Last week, as I drove into the Hudson Valley with Lindsey, a fox ran out under my tire. I was going 50 miles per hour. She gasped and then it was dead. Barely a millisecond passed between noticing it and seeing it in my rearview mirror, flattened under the weight of my car. Instantly, I sipped a bitter cocktail of guilt and grief like I had never tasted before. 

When you find out someone or something suddenly died, it’s shocking. But never have I felt the heaviness of having a hand in it. 

This was new. One second there was a fox, living a life in the tall grasses of Hudson. The next, it was crushed, another dead animal in the road, this time behind a car I navigated. 

I cried hysterically. Shaking, Lindsey holding the wheel, while I continued to push the gas. 

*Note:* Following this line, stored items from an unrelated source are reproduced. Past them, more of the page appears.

using CourseSim.Engine;
using CourseSim.Units;

namespace CourseSim.Tests.Engine;

/// <summary>
/// The race sails the polar it plans with (issue 16, acceptance: the engine's straight-line speed, beat VMG and run VMG
/// each within 5 % of the polar, the run from a standing start included once the rider has got planing). Steady wind:
/// the polar's sustained speed is what a rider holds on the branch they sail (docs/physics.md); in gusty wind the
/// engine is slower on marginal runs, a known gap listed in docs/validation.md. The 5 % tolerance is the issue's.
/// </summary>
public class PolarFollowingTests
{
    static RaceSetup Leg(string eq, double kn, double towardY) => EngineTestKit.Parse(
        EngineTestKit.SteadyWind(kn) + "[race]\nfalls = false\ncountdown_s = 20\ntime_limit_s = 900\n" +
        $"[course]\nkind = \"waypoints\"\norder = \"far\"\n[course.marks.far]\nx_m = 0\ny_m = {towardY}\n" +
        $"[boards.a]\nequipment = \"{EngineTestKit.Equip(eq)}\"\n", 3);

    [Theory]
    [InlineData("light-66.toml", 14)]
    [InlineData("light-66.toml", 18)]
    [InlineData("heavy-86.toml", 14)]
    [InlineData("heavy-86.toml", 18)]
    public void BeatAndRunVmgFollowThePolar(string eq, double kn)
    {
        double tws = Unit.KnotsToMs(kn);
        foreach (bool upwind in new[] { true, false })
        {
            // The board starts from the start plan's crawl behind the line (a standing start) and sails the leg with its
            // usual navigation; VMG is measured from 60 s after it first planes (or after the start, where the polar does
            // not plane on that leg) over the next 300 s.
            var race = new Race(Leg(eq, kn, upwind ? 40000 : -40000));
            var rig = race.RigOf(0);
            var e = race.EntityOf(0);
            double from = double.NaN, y0 = 0;
            bool polarPlanes = rig.Speed(tws, rig.BestTwa(tws, upwind)) >= rig.Rig.DropOffSpeed;
            double startAt = polarPlanes ? double.NaN : 0;
            while (race.Time < 900)
            {
                race.Step();
                if (double.IsNaN(startAt) && race.Time > 0 && race.World.Get<Trim>(e).Planing) startAt = race.Time;
                if (double.IsNaN(from) && !double.IsNaN(startAt) && race.Time >= startAt + 60) { from = race.Time; y0 = race.World.Get<Pose>(e).Y; }
                if (!double.IsNaN(from) && race.Time >= from + 300) break;
            }
            Assert.False(double.IsNaN(from), $"{eq} {kn} kn {(upwind ? "beat" : "run")}: the board never got planing where the polar planes");
            double vmg = Math.Abs(race.World.Get<Pose>(e).Y - y0) / (race.Time - from);
            double ratio = vmg / rig.BestVmg(tws, upwind);
            Assert.True(ratio is > 0.95 and < 1.05, $"{eq} {kn} kn {(upwind ? "beat" : "run")}: engine VMG / polar = {ratio:F3}");
        }
    }

    [Theory]
    [InlineData("light-66.toml", 14, 90)]
    [InlineData("heavy-86.toml", 18, 110)]
    [InlineData("heavy-86.toml", 10, 60)]
    public void StraightLineSpeedFollowsThePolar(string eq, double kn, double twaDeg)
    {
        // Held at one true wind angle from a slow start with pumping (the rider gets going as in a race).
        var race = new Race(EngineTestKit.OpenWater(kn, eq));
        race.HoldTrueWindAngle(0, twaDeg);
        var e = race.EntityOf(0);
        double sum = 0; int n = 0;
        while (race.Time < 240) { race.Step(); if (race.Time >= 120) { sum += race.World.Get<Motion>(e).Speed; n++; } }
        double ratio = sum / n / race.RigOf(0).Speed(Unit.KnotsToMs(kn), Unit.DegToRad(twaDeg));
        Assert.True(ratio is > 0.95 and < 1.05, $"{eq} {kn} kn at {twaDeg} deg: engine speed / polar = {ratio:F3}");
    }
}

Surely, I couldn’t hit an animal twice. I had never hit an animal in my life. Two times in 24 hours would be insane, I found myself thinking all day as I drove through upstate New York with a fresh fear racing through my mind. I replayed the moment of impact over and over.

I felt sick, unsure I could overcome the deep pit in my stomach. I wanted to talk about it, I wanted someone to tell me it was ok. I couldn’t believe it happened. It happened so fast. Could I just pretend it didn’t?

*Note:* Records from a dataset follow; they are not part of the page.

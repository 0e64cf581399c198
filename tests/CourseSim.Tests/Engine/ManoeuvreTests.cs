using CourseSim.Engine;
using CourseSim.Units;

namespace CourseSim.Tests.Engine;

/// <summary>
/// Tack and gybe losses come out of the dynamics (no fixed penalty). Measured as the distance made good along the wind
/// lost against the same board sailing on without the manoeuvre, divided by its VMG: seconds of VMG lost.
/// Ranges of the trade, from memory (no published table of windsurf manoeuvre losses was found): a tack costs a
/// club-to-good racer about 2 to 12 s of upwind VMG (the board drops off the plane while the rider steps round the mast
/// and must be pumped back up to speed); a planing carve gybe costs about 0.5 to 5 s of downwind VMG and the board keeps
/// moving through it (common practice: a carve gybe is made without stopping).
/// </summary>
public class ManoeuvreTests(Xunit.Abstractions.ITestOutputHelper output)
{
    /// <summary>Length of the measuring window, s: the manoeuvre starts at 15 s and the board is back to speed well before the end.</summary>
    const double EndS = 75;

    /// <summary>Returns (VMG lost in seconds, least speed during the manoeuvre / speed before, tacks, gybes).</summary>
    static (double LossS, double MinSpeedShare, int Tacks, int Gybes) Loss(string equipment, double kn, bool upwind)
    {
        var baseSetup = EngineTestKit.OpenWater(kn, equipment);
        var rig = CourseSim.Equilibrium.RigPolar.Build(baseSetup.Boards[0].Equipment);
        double twa = Unit.RadToDeg(rig.BestTwa(Unit.KnotsToMs(kn), upwind));
        double v0 = rig.Speed(Unit.KnotsToMs(kn), Unit.DegToRad(twa));
        // Both boards sail the same fixed time, long enough for the turned one to be back to its steady speed (checked):
        // loss = progress deficit / straight VMG. (Stopping the count once the turned board is back to 95 % of its speed
        // left out the slow end of the re-acceleration and under-counted the loss by about half.)
        var turned = Run(true, EndS);
        var straight = Run(false, EndS);
        Assert.True(turned.EndSpeedShare > 0.98, $"the turned board is at {turned.EndSpeedShare:P0} of its speed at the end of the window");
        double vmg = straight.Progress / (straight.EndS - 0);
        return ((straight.Progress - turned.Progress) / vmg, turned.MinShare, turned.Status.Tacks, turned.Status.Gybes);

        (double Progress, double EndS, double MinShare, RaceStatus Status, double EndSpeedShare) Run(bool turn, double endS)
        {
            var race = new Race(baseSetup);
            race.HoldTrueWindAngle(0, twa);
            var e = race.EntityOf(0);
            race.World.Get<Motion>(e).Speed = v0;
            while (race.Time < 0) race.Step();
            var p0 = race.World.Get<Pose>(e);
            double before = race.World.Get<Motion>(e).Speed, min = before;
            while (race.Time < endS)
            {
                if (turn && race.Time >= 15 && race.Time < 15 + race.Dt) race.HoldTrueWindAngle(0, -twa);
                race.Step();
                double v = race.World.Get<Motion>(e).Speed;
                if (turn && race.Time > 15) min = Math.Min(min, v);
            }
            var p1 = race.World.Get<Pose>(e);
            // Wind from north: upwind progress is +y, downwind -y.
            return (upwind ? p1.Y - p0.Y : p0.Y - p1.Y, race.Time, min / before, race.World.Get<RaceStatus>(e), race.World.Get<Motion>(e).Speed / before);
        }
    }

    // Planing upwind (heavy-86 at 20 kn) the tack drops the board off the plane and the loss is in the trade's 2-12 s
    // (from memory). Off the plane (12-14 kn, both riders sail upwind displacing) the model gives 1.2-1.9 s, under that
    // range, and at 8 kn 0.8 s: listed as failing in docs/validation.md. The floor here is 1 s at 12-14 kn, so these
    // tacks cannot fall back to tenths unnoticed.
    [Theory]
    [InlineData("heavy-86.toml", 20, 2.0)]
    [InlineData("light-66.toml", 14, 1.0)]
    [InlineData("heavy-86.toml", 12, 1.0)]
    public void ATackCostsSecondsOfUpwindVmgInTheTradesRange(string equipment, double kn, double floorS)
    {
        var (loss, minShare, tacks, gybes) = Loss(equipment, kn, upwind: true);
        output.WriteLine($"{equipment} {kn} kn tack: {loss:F2} s of VMG, least speed {minShare:P0} of the entry speed");
        Assert.Equal(1, tacks);
        Assert.Equal(0, gybes);
        Assert.InRange(loss, floorS, 12);
    }

    [Theory]
    [InlineData("light-66.toml", 16)]
    [InlineData("heavy-86.toml", 16)]
    public void APlaningGybeCostsSecondsAndKeepsTheBoardMoving(string equipment, double kn)
    {
        var (loss, minShare, tacks, gybes) = Loss(equipment, kn, upwind: false);
        output.WriteLine($"{equipment} {kn} kn gybe: {loss:F2} s of VMG, least speed {minShare:P0} of the entry speed");
        Assert.Equal(0, tacks);
        Assert.Equal(1, gybes);
        Assert.InRange(loss, 0.5, 5);
        Assert.True(minShare > 0.5, $"speed fell to {minShare:P0} of the entry speed");
    }
}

I felt a similar feeling when I watched my dad die, shocked that someone could be here one second and gone the next. It felt impossible that my father, someone who had been with me since I was born, who I looked up to and needed, could be unreachable and forever inaccessible in the time it took for him to heave one final breath. 

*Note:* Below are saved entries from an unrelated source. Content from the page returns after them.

using System.Text.Json;
using CourseSim.Tests.Settings;

namespace CourseSim.Tests.Cli;

public class RaceCliTests
{
    static (int code, string stdout, string stderr) Run(params string[] args)
    {
        var o = new StringWriter(); var e = new StringWriter();
        int code = CourseSim.Cli.Program.Run(args, o, e);
        return (code, o.ToString(), e.ToString());
    }

    static string Demo => Path.Combine(RepoRoot.Path, "scenarios", "korrin-bay-race.toml");
    static string TempDir() => Directory.CreateTempSubdirectory("cs-race-").FullName;

    [Fact]
    public void RaceWritesTheDocumentedFilesAndFields()
    {
        string dir = TempDir();
        var (code, stdout, stderr) = Run("race", Demo, "--seed", "11", "--set", "race.time_limit_s=900", "--out", dir);
        Assert.True(code == 0, stderr);
        Assert.Contains("place", stdout);
        Assert.Contains("Maren Holt", stdout);
        Assert.Contains("Caution", stdout);
        Assert.Contains("race: 100%", stderr); // plain progress when output is redirected
        foreach (var f in new[] { "results.csv", "summary.json", "replay.msgpack" }) Assert.True(File.Exists(Path.Combine(dir, f)), f);
        Assert.Equal(12, Directory.GetFiles(Path.Combine(dir, "tracks"), "*.gpx").Length);
        using var doc = JsonDocument.Parse(File.ReadAllText(Path.Combine(dir, "summary.json")));
        Assert.Equal(11UL, doc.RootElement.GetProperty("seed").GetUInt64());
        var boards = doc.RootElement.GetProperty("boards");
        Assert.Equal(12, boards.GetArrayLength());
        foreach (var name in new[] { "name", "place", "elapsed_s", "finished", "distance_m", "tacks", "gybes" })
            Assert.True(boards[0].TryGetProperty(name, out _), name);
        var csv = File.ReadAllLines(Path.Combine(dir, "results.csv"));
        Assert.Equal(13, csv.Length);
        Assert.StartsWith("place,board,name,equipment,finished,elapsed_s", csv[0]);
    }

    [Fact]
    public void TwoRunsWithTheSameSeedWriteIdenticalFiles()
    {
        string a = TempDir(), b = TempDir();
        Assert.Equal(0, Run("race", Demo, "--set", "race.time_limit_s=300", "--out", a).code);
        Assert.Equal(0, Run("race", Demo, "--set", "race.time_limit_s=300", "--out", b).code);
        foreach (var f in new[] { "results.csv", "summary.json", "replay.msgpack" })
            Assert.Equal(File.ReadAllBytes(Path.Combine(a, f)), File.ReadAllBytes(Path.Combine(b, f)));
    }

    [Fact]
    public void BadScenarioInputExitsWithCodeTwoNamingFileLineAndKey()
    {
        string dir = TempDir();
        string bad = Path.Combine(dir, "bad.toml");
        File.WriteAllText(bad, File.ReadAllText(Demo).Replace("beat_m = 900", "beat_m = 90000"));
        var (code, _, stderr) = Run("race", bad, "--out", dir);
        Assert.Equal(2, code);
        Assert.Contains("bad.toml:", stderr);
        Assert.Contains("course.beat_m", stderr);
        Assert.Contains("100 to 5000", stderr);
        var (code2, _, stderr2) = Run("race", Demo, "--set", "course.kind=figure-eight", "--out", dir);
        Assert.Equal(2, code2);
        Assert.Contains("windward-leeward", stderr2);
        Assert.Equal(2, Run("race", Path.Combine(dir, "missing.toml")).code);
    }
}

public class BatchCliTests
{
    [Fact, Trait("Category", Slow.Category)]
    public void BatchWritesResultsAndTheDocumentedSummaryFields()
    {
        string dir = Directory.CreateTempSubdirectory("cs-batchcli-").FullName;
        var o = new StringWriter(); var e = new StringWriter();
        string exp = Path.Combine(RepoRoot.Path, "scenarios", "experiments", "maren-sail-size.toml");
        int code = CourseSim.Cli.Program.Run(["batch", exp, "--races", "3", "--threads", "2", "--out", dir], o, e);
        Assert.True(code == 0, e.ToString());
        Assert.Contains("batch: 6/6 races", e.ToString());
        using var doc = JsonDocument.Parse(File.ReadAllText(Path.Combine(dir, "summary.json")));
        var v = doc.RootElement.GetProperty("variants");
        Assert.Equal(2, v.GetArrayLength());
        foreach (var name in new[] { "name", "races", "mean_elapsed_s", "win_share" }) Assert.True(v[0].TryGetProperty(name, out _), name);
        var p = doc.RootElement.GetProperty("pairs")[0];
        foreach (var name in new[] { "a", "b", "mean_diff_s", "ci_low_s", "ci_high_s", "significant" }) Assert.True(p.TryGetProperty(name, out _), name);
        Assert.Equal(1 + 2 * 3 * 12, File.ReadAllLines(Path.Combine(dir, "results.csv")).Length);
        var pq = CourseSim.Cli.Output.ParquetResults.Read(Path.Combine(dir, "results.parquet"));
        Assert.Equal(2 * 3 * 12, pq.Count);
        Assert.Equal(File.ReadAllLines(Path.Combine(dir, "results.csv"))[1].Split(',')[0], pq[0].variant);
        var md = File.ReadAllText(Path.Combine(dir, "report.md"));
        Assert.Contains("| sail-66 - sail-78 |", md);
        Assert.Contains("Caution", md);
        var html = File.ReadAllText(Path.Combine(dir, "report.html"));
        // Paired differences, durations and side fairness; no chart by wind from 3 races (the spline needs 8).
        Assert.Equal(3, System.Text.RegularExpressions.Regex.Matches(html, "data:image/png;base64,").Count);
        Assert.DoesNotContain("src=\"http", html); // self-contained
        Assert.Equal(2, CourseSim.Cli.Program.Run(["batch", exp, "--races", "0"], new StringWriter(), new StringWriter()));
    }
}

public class BatchKillTests
{
    /// <summary>
    /// A batch process killed part way (not cancelled: killed) and then resumed ends with the same results as an
    /// uninterrupted batch: each race is written whole, through a temporary file and a rename, as it ends.
    /// </summary>
    [Fact, Trait("Category", Slow.Category)]
    public void AKilledBatchResumesToTheSameResults()
    {
        string exp = Path.Combine(RepoRoot.Path, "scenarios", "experiments", "korrin-bay-beat-length.toml");
        string cli = Path.Combine(AppContext.BaseDirectory, "coursesim.dll");
        string killed = Directory.CreateTempSubdirectory("cs-kill-").FullName, whole = Directory.CreateTempSubdirectory("cs-whole-").FullName;
        var psi = new System.Diagnostics.ProcessStartInfo("dotnet", $"\"{cli}\" batch \"{exp}\" --races 8 --threads 1 --out \"{killed}\"")
        { RedirectStandardOutput = true, RedirectStandardError = true };
        using (var p = System.Diagnostics.Process.Start(psi)!)
        {
            var runs = Path.Combine(killed, "runs");
            var deadline = DateTime.UtcNow.AddSeconds(120);
            while (DateTime.UtcNow < deadline && !p.HasExited &&
                   (!Directory.Exists(runs) || Directory.GetFiles(runs, "??????.csv", SearchOption.AllDirectories).Length < 3))
                Thread.Sleep(50);
            Assert.False(p.HasExited, "the batch ended before it could be killed");
            p.Kill(entireProcessTree: true);
            p.WaitForExit();
        }
        int done = Directory.GetFiles(Path.Combine(killed, "runs"), "??????.csv", SearchOption.AllDirectories).Length;
        Assert.InRange(done, 3, 15);
        Assert.Equal(0, CourseSim.Cli.Program.Run(["batch", exp, "--races", "8", "--threads", "2", "--out", killed, "--resume"], new StringWriter(), new StringWriter()));
        Assert.Equal(0, CourseSim.Cli.Program.Run(["batch", exp, "--races", "8", "--threads", "2", "--out", whole], new StringWriter(), new StringWriter()));
        Assert.Equal(File.ReadAllText(Path.Combine(whole, "results.csv")), File.ReadAllText(Path.Combine(killed, "results.csv")));
        Assert.Equal(File.ReadAllText(Path.Combine(whole, "report.md")), File.ReadAllText(Path.Combine(killed, "report.md")));
    }
}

I remember, once I went back to college, feeling like I could almost convince myself it hadn’t happened. In another life, he was at work. In a meeting. Maybe on a plane to Romania for business. 

Obviously, the grief I felt after killing the fox doesn’t, and didn’t, compare to the life-altering grief of losing my dad, but it was a reminder of how quickly things can happen. How quickly tragedy can strike. How quickly everything can change. 

Something must be in the air because yesterday, while driving from Bushwick to Bed Stuy, I almost hit a biker. I was driving back from my studio when he shot out across the intersection. I slammed on my breaks, as did he, sliding up on one wheel as we both did everything we could to avoid contact. A moment that brought us fully into the present. 

My first instinct was anger, my light was green! But as I looked at him, shouting apologies through my passenger side window that still refuses to open, I instantly started apologizing too. 

How quickly things can happen. How quickly tragedy can strike.

We drove off, both shaken, but alright.  

And how quickly things can be ok again.